# Do you sometimes have sex just because you should?



## Tommy518 (Nov 28, 2011)

We’ve been together for 10 years and have joint custody of my wife’s two (now) teenage kids (14 and 16). We have split custody, so they’re here every other week and they’re good kids, but their rooms are right across the hall. They stay up late and and because my wife and I can be pretty noisy when making love, we almost never do it when they’re here. Throw in her erratic periods (she’s 50) and time between sex can get a little long. As a result, there are nights when we feel like we should make love because the situation is right (kids gone, no period, no other barriers), but one or both of us is exhausted, stressed, or for whatever reason not feeling it. We sometimes push through and make it happen anyway, but sometimes it doesn’t work to force it and just results in disappointment. 

Does this happen to anyone else? Should we not try to force it if we’re not in the mood and just wait for it to happen naturally? Sometimes it creates more frustration and stress then it’s worth if it doesn’t happen.

Thanks in advance.


----------



## FlaviusMaximus (Jan 10, 2012)

Get creative. They're 14 and 16, send them to the movies for a few hours. Go out for a drive and have sex in the car. 
You shouldn't have sex if one or the other doesn't want to, so make sure there's a way when you do.


----------



## frenchpaddy (May 31, 2021)

first it is important for all it is ok if they know you have a loving relationship ,but yes you don't want to be ringing the church bells every time and shaking the walls of the house , there is many questions is this one and I don't know if I can give them all a response

yes kids at that age do know exactly what is going on in the same way they know a mummy and daddy are not in love and only staying together for other reasons ,

having sex when you don't want this is your question , is it you that some times is not ready or your wife , I think at times that can happen but i never feel bad or used 
GOOD CULMINATION is very important between you and your wife at 50 could be at an important time in her life but as said above plan times ahead the main thing is letting the other person know at all times of the day they are loved and not let that become just a part of foreplay , once it becomes just a part of foreplay it sounds like it is not true and your saying it to get to the next point and once your finished turning and falling asleep every time is not a good idea


----------



## Mr.Married (Feb 21, 2018)

Does “it doesn’t happen” mean you don’t orgasm?

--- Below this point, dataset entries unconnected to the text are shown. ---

"""Which changes are offered for which finding."""

from __future__ import annotations

from collections.abc import Callable, Iterable, Iterator, Mapping
from itertools import islice

from benchlay.named import NamedTuple
from benchlay.remedies.closing import closings
from benchlay.remedies.ghosts import coatings, tilts, wedges
from benchlay.remedies.stops import stops
from benchlay.remedies.trials import Bench, Change, Judged, Judgement, Trial
from benchlay.remedies.ways import Way, way_of_beam
from benchlay.report.model import Remedies, Remedy, Reported

MENDED = ("escape", "stray-unstopped")
"""The checks whose findings are dealt with here."""

# A trial is a whole check. These bound what one finding and one layout may cost.
_EACH = 8  # changes of one sort tried for one finding
_FOLLOWING = 4  # stops tried for light that a tilt or a wedge has sent elsewhere
_PER_FINDING = 24
_IN_ALL = 160
_FOLLOWED = 2  # beams that one turned optic sends elsewhere


class _Case(NamedTuple):
    """A finding with the beam that it is about, in what it was found in.

    `taken` are names that remedies of other findings use: all can be pasted side by side.
    """

    bench: Bench
    finding: Reported
    beam: int
    taken: list[str]


def offers(text: str, judged: Judged, judge: Judgement) -> Remedies:
    """Return what would clear each escape and each unstopped stray of a layout.

    Parameters
    ----------
    text : str
        The layout.
    judged : Judged
        What the checks say of it.
    judge : callable
        The same for any other text.

    Returns
    -------
    Remedies
        Of each sort (a stop; panel or lid; coating; tilt; wedge) the first that clears the
        finding and raises no other, in any state; a wedge only where neither of the two before
        it does.
    """
    bench = Bench(text, judged, judge, 0)
    offered: list[Remedy] = []
    without = []
    known: list[tuple[str, Trial]] = []
    for finding in judged.findings:
        if finding.check not in MENDED or finding.accepted or finding.beam is None:
            continue
        bench.left = min(_PER_FINDING, _IN_ALL - bench.tried)
        taken = [name for _, trial in known for name in trial.change.names]
        found = list(_remedies(_case(bench, finding, taken), known))
        offered += [_remedy(bench, finding, trial) for trial in found]
        if not found:
            without.append(finding.id)
    return Remedies(tuple(offered), tuple(without), bench.tried)


def _remedies(case: _Case, known: list[tuple[str, Trial]]) -> Iterator[Trial]:
    """Give a trial of each sort that clears a finding: one of those known, or a new one."""
    clears: set[str] = set()
    for name, find in _SORTS.items():
        # A wedge is a new optic: it is looked for where nothing simpler removes the ghost.
        if name == "wedge" and clears & {"coating", "tilt"}:
            continue
        trial = next((t for n, t in known if n == name and _clears(case, t)), None)
        if trial is None:
            trial = find(case)
            if trial is not None:
                known.append((name, trial))
        if trial is not None:
            clears.add(name)
            yield trial


def _clears(case: _Case, trial: Trial) -> bool:
    return case.bench.clears(trial, case.finding.id)


def _case(bench: Bench, finding: Reported, taken: list[str]) -> _Case:
    return _Case(bench, finding, _row(bench.judged, finding), taken)


def _row(judged: Judged, finding: Reported) -> int:
    """Return the row of the beam that a finding is about."""
    context = judged.context
    variant = context.trace.scene.variants.index(finding.worst_state)
    return int(context.beams_of(variant)[finding.beam])


def _way(judged: Judged, beam: int) -> Way:
    return way_of_beam(judged.context, beam)


def _names(judged: Judged) -> list[str]:
    layout = judged.context.layout(0)
    return [*layout.sources, *layout.elements]


def _stop(case: _Case) -> Trial | None:
    judged = case.bench.judged
    return _first(
        case, stops(judged.context, _way(judged, case.beam), [*_names(judged), *case.taken])
    )


def _closing(case: _Case) -> Trial | None:
    if case.finding.check != "escape":
        return None
    return _first(case, closings(_way(case.bench.judged, case.beam), case.taken))


def _coating(case: _Case) -> Trial | None:
    return _first(case, coatings(case.bench.judged.context, case.beam, case.finding))


def _tilt(case: _Case) -> Trial | None:
    return _first(case, tilts(case.bench.judged.context, case.beam), settle=True)


def _wedge(case: _Case) -> Trial | None:
    return _first(case, wedges(case.bench.judged.context, case.beam), settle=True)


_SORTS: Mapping[str, Callable[[_Case], Trial | None]] = {
    "stop": _stop,
    "closing": _closing,
    "coating": _coating,
    "tilt": _tilt,
    "wedge": _wedge,
}


def _first(case: _Case, changes: Iterable[Change], *, settle: bool = False) -> Trial | None:
    """Return the first change that does it; with stops where its light goes then, if asked."""
    for change in islice(changes, _EACH):
        trial = case.bench.try_out(change)
        if trial is None:
            continue
        if settle:
            trial = _settled(case, trial)
        elif not _clears(case, trial):
            trial = None
        if trial is not None:
            return trial
    return None


def _settled(case: _Case, trial: Trial) -> Trial | None:
    """Add stops for light that a change sends elsewhere, until nothing is left of it."""
    bench, finding = case.bench, case.finding
    for _ in range(_FOLLOWED + 1):
        if bench.clears(trial, finding.id):
            return trial
        open_ones = {finding.id, *bench.raised(trial)}
        strays = [f for f in trial.judged.findings if f.id in open_ones]
        if any(f.check not in MENDED or f.beam is None for f in strays) or not strays:
            return None
        following = _stopped(case, trial, strays[0])
        if following is None:
            return None
        trial = following
    return None


def _stopped(case: _Case, trial: Trial, stray: Reported) -> Trial | None:
    """Return a change with a stop more that ends one stray."""
    taken = [*_names(trial.judged), *case.taken]
    before = len(case.bench.raised(trial))
    way = _way(trial.judged, _row(trial.judged, stray))
    for stop in islice(stops(trial.judged.context, way, taken), _FOLLOWING):
        both = Change(
            trial.change.kind,
            f"{trial.change.words}; {stop.words}",
            (*trial.change.edits, *stop.edits),
        )
        tried = case.bench.try_out(both)
        if tried is None or stray.id in tried.judged.weights():
            continue
        if len(case.bench.raised(tried)) <= before:
            return tried
    return None


def _remedy(bench: Bench, finding: Reported, trial: Trial) -> Remedy:
    gone = set(bench.judged.weights()) - set(trial.judged.weights()) - {finding.id}
    change = trial.change
    return Remedy(
        finding.id, change.kind, change.words, change.yaml, tuple(sorted(gone)), change.names
    )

If your answer is yes I think you may need to examine your approach to sex. Spending mutual sexual time with my wife doesn’t operate on the success metric of an orgasm. While it is nice the real deal is that mutual bonding connection. If the bed doesn’t work it’s always really easy to take a shower together and rub one out of each other if that is what you need. Careful not to fall in the shower!!!!!


----------



## Diana7 (Apr 19, 2016)

You say they are away every other week so you have 7 days. If you are both too tired one day then go for the next day. It's not like it's just one night they aren't there.


----------



## Chippy (Jun 26, 2021)

I say go for it! I have the same situation in my 4 yr marriage. Step daughter with us 50% of the time. I pay attention to when is a good time, my husband on the other hand lets weeks go by without initiating. I have started marking our mutual Google calendar for days we should be looking to have sex. It has helped and lately we have been having it more than we have in a long time. Once in a while it gets postponed, but rescheduled before weeks on end go by.


----------



## badsanta (Oct 13, 2014)

Tommy518 said:


> Does this happen to anyone else? Should we not try to force it if we’re not in the mood and just wait for it to happen naturally? Sometimes it creates more frustration and stress then it’s worth if it doesn’t happen.


In my opinion THIS is perhaps one of the most important sexual exercises in a long term relationship extending over a decade. Sexual tendencies and desires tend to evolve and a couple has to self-explore themselves as a couple. Ultimately a couple has to learn and practice how to fail at having sex in order to explore and learn about their bodies as one ages. It is almost like a workshop on how to handle your ego when something is not working. What is the purpose of making love? Is it just an orgasm for everyone or are there other purposes? This process will likely reveal new possibilities that one never knew was possible and likely lend itself to new trends for your future lovemaking. 

My wife and I went through a period where we had to schedule our intimacy. Often we would both arrive at that moment when neither of us were in the mood. But we were humble and developed the skills to make it happen. It is easy to do things when it happens naturally, but to me it is perhaps more meaningful for you to know your partner well enough to work as a team to create sparks from nothing. 

Perhaps the biggest skill I got out of that is better communication of learning how to not force things, relaxing and refocusing efforts based on how each of us is able to respond and enjoy the moment. Often less is more! Don't ever overstimulate something. You can often stimulate something more by understimulating it or focusing your efforts in a different way. All involve a very high degree of self confidence as a couple and a willingness to playfully embrace failure in a counterintuitive way that actually creates success.


----------



## Salty93 (Jul 1, 2021)

To first answer your question, yes I have had sex just because I felt like I should but with that being said we have a two year old so we have more of an opportunity than you would. I don’t think it should be something that is forced just because it seems like you guys are more disappointed than before having sex. I also don’t think you should hold out on one another just because the kids are over. They’re old enough to be doing something like going out to the movies or some form of activity. Or you guys could spice things up and go out somewhere.


----------



## Mr.Married (Feb 21, 2018)

I grew up with a father who worked 7 days offshore and then 7 days home. Even at 10 I knew you never went in my parents room or knocked on the door Tuesday nights. It didn’t stunt my growth or give me brain damage.


----------